Zu wenig Personal und fehlende Kita-Plätze: Eltern und Erzieher haben in Brandenburg für eine bessere Ausstattung der Kitas protestiert. Der Bildungsminister zeigt Verständnis. Der Fachkräftemangel könne aber nicht auf die Schnelle beendet werden.

Erzieher, Eltern und Vertreter von Kita-Trägern und Gewerkschaften haben am Montag mit Aktionen in Brandenburg auf Missstände aufmerksam gemacht, die es nach ihrer Aussage in den Kitas gibt.

Beim "Kitakollaps-Tag" forderten sie unter anderem bessere Ausbildungs- und Arbeitsbedingungen sowie mehr Kita-Plätze und Personal. Einige Einrichtungen waren geschlossen. Landesweit wurden laut Veranstalter über 370 Aktionen angekündigt, davon der Großteil im Berliner Speckgürtel [kitakollaps.de].

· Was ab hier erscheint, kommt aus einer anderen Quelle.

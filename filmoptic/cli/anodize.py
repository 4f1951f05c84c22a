"""``filmoptic anodize`` (also ``anodise``): colour against anodising voltage, and back.

The growth-law options (:func:`law_options`, :func:`law_from_options`) are shared with ``sweep``
and ``solve``, which can read a layer's thickness as anodising volts.
"""

from __future__ import annotations

import click

from filmoptic.cli._common import (
    FiniteFloatRange,
    angle_option,
    check_plot_path,
    echo_caution,
    emit_json,
    json_option,
    paper_option,
    percent,
    print_table,
    save_plot,
    user_errors,
)
from filmoptic.cli.color import OUT_OF_GAMUT_NOTE, illuminant_option, observer_option

__all__ = ["anodize", "law_options", "law_from_options", "volts_from_option", "lab_cells", "pick_mode",
           "DEFAULT_VOLTS"]

#: Voltages charted (and searched) unless --volts says otherwise: the span bench power supplies
#: for colour anodising cover.
DEFAULT_VOLTS = "0:100:5"
#: Largest ΔE00 that still lists an order as a match for --hex/--lab unless --max-delta-e says.
DEFAULT_MAX_DELTA_E = 10.0

_NM_PER_VOLT = click.option(
    "--nm-per-volt", type=FiniteFloatRange(min=0, min_open=True, max=100), metavar="K",
    help="Oxide growth of your bath in nm per volt, replacing the metal's default (baths, "
         "temperatures and alloys differ).",
)
_OFFSET = click.option(
    "--offset-nm", type=FiniteFloatRange(min=-1000, max=1000), metavar="NM",
    help="Oxide thickness at 0 V in the law d = K·V + offset (e.g. the air-formed oxide); default 0.",
)


def law_options(func):
    """--anodize/--anodise METAL, --nm-per-volt, --offset-nm: a layer read in volts."""
    func = _OFFSET(func)
    func = _NM_PER_VOLT(func)
    return click.option(
        "--anodize", "--anodise", "law_metal", metavar="METAL",
        help="Read the unknown layer's thickness as anodic oxide grown on METAL (Ti, Nb, Ta, Al, Zr): "
             "voltage = (thickness − offset) / nm-per-volt, with the metal's default law unless "
             "--nm-per-volt/--offset-nm give yours.",
    )(func)


def law_from_options(law_metal, nm_per_volt, offset_nm):
    """The growth law the options ask for, or None when none of them was given."""
    from filmoptic.colouring.anodize import GrowthLaw, growth_law

    if law_metal:
        return growth_law(law_metal, nm_per_volt, offset_nm)
    if nm_per_volt is not None:
        return GrowthLaw("layer", float(nm_per_volt), float(offset_nm or 0.0), "given")
    if offset_nm is not None:
        raise click.UsageError("--offset-nm belongs to a growth law: add --anodize METAL or --nm-per-volt")
    return None


def volts_from_option(volts_text, range_text, law, need_step):
    """The voltages of --volts (a grid with ``need_step``, else START and STOP), checked against
    --range and the growth law; None when --volts was not given."""
    from filmoptic.errors import FilmopticError
    from filmoptic.units import inclusive_grid, parse_volts_range

    if volts_text is None:
        return None
    if range_text is not None:
        raise FilmopticError("give either --range (thicknesses) or --volts (voltages), not both")
    if law is None:
        raise FilmopticError("--volts needs a growth law: add --anodize METAL (Ti, Nb, Ta, Al, Zr) or --nm-per-volt K")
    span = parse_volts_range(volts_text, "--volts", need_step=need_step)
    return inclusive_grid(*span, "--volts") if need_step else span[:2]


def lab_cells(lab):
    """L*, a*, b* as table cells (shared with heat-tint)."""
    return [f"{float(lab[0]):.1f}", f"{float(lab[1]):+.1f}", f"{float(lab[2]):+.1f}"]


def pick_mode(at_text, hex_, lab):
    """Which of --at, --hex and --lab was given (None for a chart); refuses more than one."""
    from filmoptic.errors import FilmopticError

    modes = [name for name, given in (("--at", at_text), ("--hex", hex_), ("--lab", lab)) if given]
    if len(modes) > 1:
        raise FilmopticError(f"give one of --at, --hex and --lab, not {' and '.join(modes)}")
    return modes[0] if modes else None


def _rows_json(chart, idx=None):
    film = chart.film
    indices = range(chart.volts.size) if idx is None else idx
    return [{"volts": float(chart.volts[i]), "thickness_nm": float(film.thickness_nm[i]),
             "Lab": [float(x) for x in film.colours.Lab[i]], "hex": str(film.colours.hex[i]),
             "in_gamut": bool(film.colours.in_gamut[i]), "luminous_R": float(film.luminous_R[i])}
            for i in indices]


@click.command("anodize")
@click.argument("metal")
@click.option("--volts", "volts_text", metavar="START:STOP:STEP",
              help=f"Voltages to chart, e.g. 10:110:5 (default {DEFAULT_VOLTS}); with --hex/--lab the "
                   "span searched (START:STOP is enough).")
@click.option("--at", "at_text", metavar="VOLTS", help="The colour at one voltage, e.g. 25 or 25V.")
@click.option("--hex", "hex_", metavar="#RRGGBB",
              help="A colour wanted (sRGB): list every voltage, one per interference order, that gives it.")
@click.option("--lab", metavar="L,a,b", help="The same as --hex from CIELAB L*, a*, b* (under --illuminant).")
@click.option("--max-delta-e", type=FiniteFloatRange(min=0, min_open=True), default=DEFAULT_MAX_DELTA_E,
              show_default=True, metavar="DE",
              help="With --hex/--lab: largest ΔE00 (CIEDE2000) that still counts as a match.")
@_NM_PER_VOLT
@_OFFSET
@click.option("--oxide", metavar="MATERIAL",
              help="The oxide's optical data as written in a stack (default: the library's amorphous "
                   "film of the metal's oxide, e.g. TiO2 for Ti).")
@illuminant_option
@observer_option
@angle_option
@click.option("--chart", "chart_path", metavar="FILE",
              help="Write a printable sheet of colour tiles (one A4 or --paper letter page) for the --volts "
                   "range: .png, .svg or .pdf.")
@paper_option
@json_option
def anodize(metal, volts_text, at_text, hex_, lab, max_delta_e, nm_per_volt, offset_nm, oxide, illuminant,
            observer, angle, chart_path, paper, as_json):
    """Colour of an anodised valve metal against the anodising voltage, and the voltages for a colour.

    METAL is Ti, Nb, Ta, Al or Zr (any case; NAME:DATASET picks the metal's optical data, e.g.
    Ti:Werner-2009). The oxide grows to a thickness set by the voltage,

    \b
        thickness = nm-per-volt × volts + offset

    with a default per metal from the electrochemistry literature (Ti 2.0, Nb 2.3, Ta 1.6, Al 1.32,
    Zr 2.0 nm/V; each table names its source, and --json gives it as law_source), which
    --nm-per-volt and --offset-nm replace with your bath's numbers. The colour is
    that of the oxide on the metal seen in reflection: the metal is opaque, so no light passes.

    \b
    Examples:
      filmoptic anodize Ti                       colour every 5 V from 0 to 100 V
      filmoptic anodise Nb --volts 10:110:2 --chart niobium.pdf
      filmoptic anodize Ti --at 25
      filmoptic anodize Ti --hex "#3d64ab"        which voltages give this blue?
      filmoptic anodize Ta --lab 70,10,-20 --max-delta-e 6 --json
      filmoptic anodize Ti --nm-per-volt 2.4 --offset-nm 4

    --hex/--lab lists every voltage in the range where the colour comes closest, one per
    interference order (the same colour comes round again at higher voltage), with its ΔE00 and
    the span of volts that stays within --max-delta-e; if none is within it, the command names the
    closest and exits with status 2.

    The oxide data are deposited amorphous films standing in for anodic films (no open dataset of
    an anodic film was found), and real baths differ: treat the voltages as a starting point and
    check on an offcut.

    \b
    --json: {"metal", "nm_per_volt", "offset_nm", "rows": [{"volts", "thickness_nm", "Lab", "hex",
    "luminous_R"}]}; with --hex/--lab {"metal", "nm_per_volt", "offset_nm", "solutions": [{"volts",
    "thickness_nm", "delta_E00"}]} (with a few more keys each, e.g. low_volts, high_volts, order).
    """
    import numpy as np

    from filmoptic.colorimetry import check_illuminant, check_observer
    from filmoptic.colouring.anodize import (
        ANODIZING_CAUTION,
        GROWTH_LAWS,
        anodize_colours,
        growth_law,
        split_metal,
        voltages_for_colour,
    )
    from filmoptic.errors import FilmopticError, TargetError
    from filmoptic.units import parse_volts, parse_volts_range, inclusive_grid

    with user_errors():
        if chart_path:
            check_plot_path(chart_path)
        mode = pick_mode(at_text, hex_, lab)
        law = growth_law(metal, nm_per_volt, offset_nm)
        key, _ = split_metal(metal, known_only=False)
        if key not in GROWTH_LAWS and not oxide:
            raise FilmopticError(f"{key} has no default oxide: name it with --oxide (e.g. --oxide WO3:MYDATA)")
        obs = check_observer(observer)
        label = check_illuminant(illuminant)
        inverse = mode in ("--hex", "--lab")
        span = parse_volts_range(volts_text or DEFAULT_VOLTS, "--volts", need_step=not inverse)
        if inverse and obs != 2:
            raise FilmopticError("--hex/--lab matching uses the 2° observer: leave out --observer 10")
        options = dict(law=law, oxide=oxide, illuminant=illuminant)
        chart = None
        if chart_path or mode is None:
            if len(span) < 3:
                raise FilmopticError("--chart needs --volts START:STOP:STEP")
            chart = anodize_colours(metal, inclusive_grid(*span), observer=obs, angle_deg=angle, **options)
        if mode == "--at":
            at = anodize_colours(metal, [parse_volts(at_text, "--at")], observer=obs, angle_deg=angle, **options)
        if inverse:
            from filmoptic.inverse.solve import lab_from_hex, parse_lab

            target = lab_from_hex(hex_, illuminant) if hex_ else parse_lab(lab)
            matches, closest = voltages_for_colour(metal, target, volts_range=span[:2], tolerance=max_delta_e,
                                                   angle_deg=angle, **options)
            if not matches:
                wanted = hex_ or f"L*a*b* {lab}"
                near = (f"; closest: ΔE00 {closest.delta_E00:.1f} at {closest.volts:.1f} V ({closest.hex})"
                        if closest else "")
                raise TargetError(f"no voltage in {span[0]:g}–{span[1]:g} V gives {wanted} on {key} within "
                                  f"ΔE00 {max_delta_e:g}{near}; widen --volts or raise --max-delta-e")

    if chart_path:
        from filmoptic.plots.tiles import tile_sheet

        film = chart.film
        fig = tile_sheet(
            film.colours, [f"{v:g} V" for v in chart.volts], [f"{d:.0f} nm" for d in film.thickness_nm],
            title=f"Anodised {key}: colour by voltage",
            subtitle=f"{law.formula()} · seen in reflection · illuminant {label}, {obs}° observer, "
                     f"{angle:g}° incidence",
            notes=[f"Law: {law.source}.", chart.oxide_note[0].upper() + chart.oxide_note[1:] +
                   f"; metal data: {film.stack_text.split(' / ')[-1]}.",
                   "Baths differ: check the voltages on an offcut before a run."],
            paper=paper,
        )
        with user_errors():
            save_plot(fig, chart_path)

    head = {"metal": key, "nm_per_volt": law.nm_per_volt, "offset_nm": law.offset_nm, "law_source": law.source}
    if inverse:
        if as_json:
            emit_json({**head, "target_Lab": list(target), "max_delta_E00": max_delta_e,
                       "volts_range": list(span[:2]),
                       "solutions": [{"volts": m.volts, "thickness_nm": m.thickness_nm, "delta_E00": m.delta_E00,
                                      "low_volts": m.low_volts, "high_volts": m.high_volts, "order": m.order,
                                      "Lab": list(m.Lab), "hex": m.hex} for m in matches]})
        else:
            wanted = hex_ or "L*a*b* " + ",".join(f"{v:g}" for v in target)
            title = (f"Voltages that give {wanted} on anodised {key} ({law.formula()}), ΔE00 ≤ {max_delta_e:g}, "
                     f"{span[0]:g}–{span[1]:g} V, illuminant {label}")
            rows = [[m.order, f"{m.volts:.1f}", f"{m.low_volts:.1f}", f"{m.high_volts:.1f}", f"{m.thickness_nm:.1f}",
                     f"{m.delta_E00:.2f}", *lab_cells(m.Lab), m.hex] for m in matches]
            print_table(["order", "V", "low V", "high V", "nm", "ΔE00", "L*", "a*", "b*", "sRGB"], rows, title=title)
            if len(matches) > 1:
                click.echo("The colour comes round again at higher voltage (interference orders): every one is listed.")
    else:
        shown = at if mode == "--at" else chart
        if as_json:
            emit_json({**head, "stack": shown.film.stack_text, "illuminant": label, "observer": obs,
                       "angle_deg": angle, "rows": _rows_json(shown)})
        else:
            film = shown.film
            rows = [[f"{v:g}", f"{d:.1f}", *lab_cells(film.colours.Lab[i]),
                     str(film.colours.hex[i]) + ("" if film.colours.in_gamut[i] else " *"), percent(film.luminous_R[i], 1)]
                    for i, (v, d) in enumerate(zip(shown.volts, film.thickness_nm))]
            title = (f"Anodised {key}: {law.formula()}; seen in reflection, illuminant {label}, {obs}° observer, "
                     f"{angle:g}° incidence")
            print_table(["V", "nm", "L*", "a*", "b*", "sRGB", "R lum %"], rows, title=title)
            if not np.all(film.colours.in_gamut):
                click.echo(OUT_OF_GAMUT_NOTE)
            click.echo(f"Law: {law.source}. {shown.oxide_note[0].upper() + shown.oxide_note[1:]}.")
    if chart_path and not as_json:
        click.echo(f"Chart written to {chart_path}")
    echo_caution(ANODIZING_CAUTION)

Auf gestalteten Pappkartons bei der Kundgebung steht "Kita-Rechtsreform jetzt!" (Foto: rbb/van Capelle)
Bild: rbb/van Capelle

Stark belastete Fachkräfte

Die aktuelle Regelung zur Höhe der Kita-Beiträge sei ungerecht, sagte unter anderem die Sprecherin der Landesarbeitsgemeinschaft der Awo Brandenburg, Angela Schweers. Sie kritisiert auch, dass bürokratische Hindernisse die Arbeit der Erzieher erschweren würden. "Auch muss unter anderem das Essensgeld abgeschafft und die Qualität der Betreuung endlich gesetzlich festgeschrieben werden", sagte Schweers.

Es würden Kitaplätze fehlen, Fachkräfte seien oft zu stark belastet, um eine gute Betreuung der Kinder in kleinen Gruppen sicherzustellen, so die Sprecherin. Im Ergebnis würden viele Kitas früher schließen oder hätten tageweise zu.

"Ein strukturelles Problem"

Eine größere Kundgebung gab es in Cottbus. Nach Polizeiangaben waren rund 500 Menschen gekommen. "Ich bin als Mutter persönlich betroffen und habe in den letzten Monaten festgestellt, dass meine Kita Unterstützung braucht, dass ich die Kinder früher abhole oder gleich zu Hause lasse, weil Personalnot herrscht", sagte Sarah Ostrowski, die die Kundgebung mit organisiert hat. Ihr sei klargeworden, "dass das nicht nur an Corona oder Krankheitswellen liegt, sondern ein strukturelles Problem ist."

Der aktuelle Betreuungsschlüssel führe dazu, dass auf eine Fachkraft teilweise 20 Kinder oder mehr kämen, so die Organisatoren der Cottbuser Kundgebung. Es fehle außerdem an Vorgaben für Finanzierung und Qualitätsstandards.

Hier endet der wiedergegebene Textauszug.